**What the task asks**
Scan the entries below. Return every line that includes "coordinates".

**Data for review**

--- --- ---

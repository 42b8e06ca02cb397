"""Make the sample grids: one growing season of the invented region of Tessavar.

    python sample_grids/make_sample_grids.py [FOLDER]

Tessavar does not exist. Its grid lies in the open North Atlantic, far from land, so that no value can be
mistaken for that of a real place; its coast, hills, weather, crops and districts are all invented.

Place: 60 rows x 80 columns of 0.05 degree, 41 to 44 degrees north, 36 to 32 degrees west. Sea in the west
(no data there) with a bay and an island; a plain behind the coast; hills in the north-east; a ridge; behind
the ridge, in the south-east, a dry basin.
Time: 198 days, 1 April to 15 October 2021: room for maize, spring wheat, soybean and cotton to mature.
Heat: one wave from 25 June to 4 July over the dry basin and the south, about when maize flowers, and one
from 30 July to 9 August over the plain and the hills.

=========================  ==============================================================================
airtemperature_2021.nc     tasmax, tasmin: daily highest and lowest air temperature at 2 m [K]
humidity_2021.nc           hurs: daily mean relative humidity [%], vapour pressure through FAO-56 Eq. 19
radiation_2021.nc          rsds: daily mean shortwave radiation [W m-2], below the clear sky of FAO-56 Eq. 37
wind_2021.nc               sfcWind: daily mean wind speed at 10 m [m s-1]
elevation.nc               orog: height of the ground [m]
sowing_day.nc              maize_sowing_day: day of the year
crop_area.nc               maize, wheat, soybean, cotton, potato: share of each cell
sowing_by_district.csv     code, district, date: day on which spring wheat is sown
districts.geojson          eight districts: code (text with leading zeros) and name, longitude and latitude
=========================  ==============================================================================

The same seed gives the same values: they come from the raw output of numpy's PCG64 and are rounded to the
step in which they are stored.
"""

from __future__ import annotations

import csv
import json
import sys
from pathlib import Path
from typing import Any, NamedTuple

import numpy as np
import xarray as xr
from invented_land import (
    CELL,
    DISTRICTS,
    LATITUDE,
    LONGITUDE,
    WHEAT_SOWING,
    crop_shares,
    district_shapes,
    maize_sowing_day,
    make_land,
)
from invented_weather import DAYS, FIRST_DAY_OF_YEAR, SEED, RandomFields, make_weather

YEAR = 2021
DAYS_PER_CHUNK = 33
MISSING = -32768
WGS84 = (
    'GEOGCS["WGS 84",DATUM["WGS_1984",SPHEROID["WGS 84",6378137,298.257223563,AUTHORITY["EPSG","7030"]],'
    'AUTHORITY["EPSG","6326"]],PRIMEM["Greenwich",0,AUTHORITY["EPSG","8901"]],'
    'UNIT["degree",0.0174532925199433,AUTHORITY["EPSG","9122"]],AUTHORITY["EPSG","4326"]]'
)


class Packing(NamedTuple):
    """How values become whole numbers: (value - offset) / step, with the offset between the units."""

    step: float
    offset: float = 0.0


WEATHER = {
    "tasmax": (
        {"standard_name": "air_temperature", "long_name": "daily highest air temperature", "units": "K",
         "cell_methods": "time: maximum", "coordinates": "height"}, Packing(0.1, 273.15),
    ),
    "tasmin": (
        {"standard_name": "air_temperature", "long_name": "daily lowest air temperature", "units": "K",
         "cell_methods": "time: minimum", "coordinates": "height"}, Packing(0.1, 273.15),
    ),
    "hurs": (
        {"standard_name": "relative_humidity", "long_name": "daily mean relative humidity", "units": "%",
         "cell_methods": "time: mean", "coordinates": "height"}, Packing(0.5),
    ),
    "rsds": (
        {"standard_name": "surface_downwelling_shortwave_flux_in_air", "units": "W m-2",
         "long_name": "daily mean shortwave radiation", "cell_methods": "time: mean"}, Packing(1.0),
    ),
    "sfcWind": (
        {"standard_name": "wind_speed", "long_name": "daily mean wind speed at 10 m", "units": "m s-1",
         "cell_methods": "time: mean", "coordinates": "height"}, Packing(0.1),
    ),
}  # fmt: skip
WEATHER_FILES = {
    f"airtemperature_{YEAR}.nc": ("Air temperature", ("tasmax", "tasmin"), 2.0),
    f"humidity_{YEAR}.nc": ("Relative humidity", ("hurs",), 2.0),
    f"radiation_{YEAR}.nc": ("Shortwave radiation", ("rsds",), None),
    f"wind_{YEAR}.nc": ("Wind speed", ("sfcWind",), 10.0),
}


def frame(title: str) -> xr.Dataset:
    """Empty dataset with coordinates, bounds, CRS and the attributes every file carries."""
    edges = {"lat": LATITUDE, "lon": LONGITUDE}
    bounds = {
        f"{name}_bnds": ((name, "bnds"), np.round(centre[:, None] + CELL * np.array([-0.5, 0.5]), 3))
        for name, centre in edges.items()
    }
    dataset = xr.Dataset(bounds, coords={name: (name, centre) for name, centre in edges.items()})
    dataset["lat"].attrs = {
        "standard_name": "latitude", "long_name": "latitude", "units": "degrees_north", "axis": "Y",
        "bounds": "lat_bnds",
    }  # fmt: skip
    dataset["lon"].attrs = {
        "standard_name": "longitude", "long_name": "longitude", "units": "degrees_east", "axis": "X",
        "bounds": "lon_bnds",
    }  # fmt: skip
    dataset["crs"] = (
        (),
        np.int32(0),
        {
            "grid_mapping_name": "latitude_longitude",
            "long_name": "WGS 84",
            "semi_major_axis": 6378137.0,
            "inverse_flattening": 298.257223563,
            "longitude_of_prime_meridian": 0.0,
            "crs_wkt": WGS84,
        },
    )
    dataset.attrs = {
        "Conventions": "CF-1.8",
        "title": f"{title}, Tessavar (an invented region)",
        "institution": "invented",
        "source": f"invented by sample_grids/make_sample_grids.py of cropstress, seed {SEED}",
        "history": "made in one step, nothing changed since",
        "references": "none: no value is measured or modelled",
        "comment": "Tessavar does not exist; its grid lies in the open North Atlantic, far from any land.",
    }
    return dataset


def add_time(dataset: xr.Dataset) -> None:
    """Add the days: stamps at noon, bounds from midnight to midnight."""
    start = FIRST_DAY_OF_YEAR - 1.0 + np.arange(DAYS)
    units = {"units": f"days since {YEAR}-01-01 00:00:00", "calendar": "standard"}
    dataset["time"] = (
        "time",
        start + 0.5,
        {"standard_name": "time", "long_name": "time", "axis": "T", "bounds": "time_bnds", **units},
    )
    dataset["time_bnds"] = (("time", "bnds"), start[:, None] + np.array([0.0, 1.0]))


def add_height(dataset: xr.Dataset, height: float) -> None:
    """Add the height above the ground [m] as a scalar coordinate."""
    dataset["height"] = (
        (),
        height,
        {"standard_name": "height", "long_name": "height above the ground", "units": "m", "positive": "up",
         "axis": "Z"},
    )  # fmt: skip


def add_variable(
    dataset: xr.Dataset, name: str, values: np.ndarray, packing: Packing, attributes: dict[str, str]
) -> None:
    """Add values as packed whole numbers; the packing's offset is only added when the file is read."""
    dimensions = ("time", "lat", "lon")[-values.ndim :]
    unpacking: dict[str, object] = {"_FillValue": np.int16(MISSING)}
    if packing != Packing(1.0):
        unpacking |= {"scale_factor": packing.step, "add_offset": packing.offset}
    packed = np.where(np.isnan(values), MISSING, np.rint(values / packing.step)).astype(np.int16)
    dataset[name] = (dimensions, packed, {**attributes, "grid_mapping": "crs", **unpacking})


def write(dataset: xr.Dataset, path: Path) -> None:
    """Write as NetCDF-4, compressed; the data are packed already, so nothing is encoded on the way."""
    encoding: dict[str, dict[str, Any]] = {str(name): {"_FillValue": None} for name in dataset.variables}
    for name, variable in dataset.data_vars.items():
        if variable.dtype == np.int16:
            chunks = tuple(
                min(DAYS_PER_CHUNK, size) if dimension == "time" else size
                for dimension, size in zip(variable.dims, variable.shape, strict=True)
            )
            encoding[str(name)] = {"zlib": True, "complevel": 9, "shuffle": True, "chunksizes": chunks}
    dataset.to_netcdf(path, engine="netcdf4", format="NETCDF4", encoding=encoding)


def write_districts(folder: Path) -> None:
    """Write the district outlines and the sowing table."""
    shapes = district_shapes()
    features = [
        {"type": "Feature", "properties": {"code": code, "name": name}, "geometry": shapes[code]}
        for code, name, *_ in DISTRICTS
    ]
    lines = ",\n".join(json.dumps(feature, ensure_ascii=False) for feature in features)
    text = f'{{"type": "FeatureCollection", "name": "districts", "features": [\n{lines}\n]}}\n'
    (folder / "districts.geojson").write_text(text, encoding="utf-8", newline="\n")
    with (folder / "sowing_by_district.csv").open("w", encoding="utf-8", newline="") as file:
        table = csv.writer(file, lineterminator="\n")
        table.writerow(["code", "district", "date"])
        table.writerows([code, name, WHEAT_SOWING[code]] for code, name, *_ in DISTRICTS)


def make_sample_grids(folder: Path) -> None:
    """Write all files of the sample region into a folder, made if it is missing."""
    folder.mkdir(parents=True, exist_ok=True)
    fields = RandomFields(SEED)
    land = make_land(fields.still(reach=2.2))
    fields_of_farms, sowing_habits = fields.still(reach=1.5), fields.still(reach=3.0)
    weather = make_weather(land, fields)

    for file_name, (title, names, height) in WEATHER_FILES.items():
        dataset = frame(title)
        add_time(dataset)
        if height is not None:
            add_height(dataset, height)
        for name in names:
            attributes, packing = WEATHER[name]
            add_variable(dataset, name, np.where(land.is_land, weather[name], np.nan), packing, attributes)
        write(dataset, folder / file_name)

    dataset = frame("Elevation")
    elevation = np.where(land.is_land, land.elevation, np.nan)
    attributes = {"standard_name": "surface_altitude", "long_name": "height of the ground", "units": "m"}
    add_variable(dataset, "orog", elevation, Packing(1.0), attributes)
    write(dataset, folder / "elevation.nc")

    dataset = frame("Sowing day of maize")
    attributes = {"long_name": "day of the year on which maize is sown, 1 is 1 January", "units": "1"}
    sowing_day = maize_sowing_day(land, sowing_habits)
    add_variable(dataset, "maize_sowing_day", sowing_day, Packing(1.0), attributes)
    write(dataset, folder / "sowing_day.nc")

    dataset = frame("Crop area")
    for crop, share in crop_shares(land, fields_of_farms).items():
        words = f"share of the cell under {crop}"
        attributes = {"standard_name": "area_fraction", "long_name": words, "units": "1"}
        add_variable(dataset, crop, share, Packing(0.01), attributes)
    write(dataset, folder / "crop_area.nc")

    write_districts(folder)


if __name__ == "__main__":
    make_sample_grids(Path(sys.argv[1]) if len(sys.argv) > 1 else Path(__file__).resolve().parent)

--- --- ---

**Solution for this exercise**
         "cell_methods": "time: maximum", "coordinates": "height"}, Packing(0.1, 273.15),
         "cell_methods": "time: minimum", "coordinates": "height"}, Packing(0.1, 273.15),
         "cell_methods": "time: mean", "coordinates": "height"}, Packing(0.5),
         "cell_methods": "time: mean", "coordinates": "height"}, Packing(0.1),
    """Empty dataset with coordinates, bounds, CRS and the attributes every file carries."""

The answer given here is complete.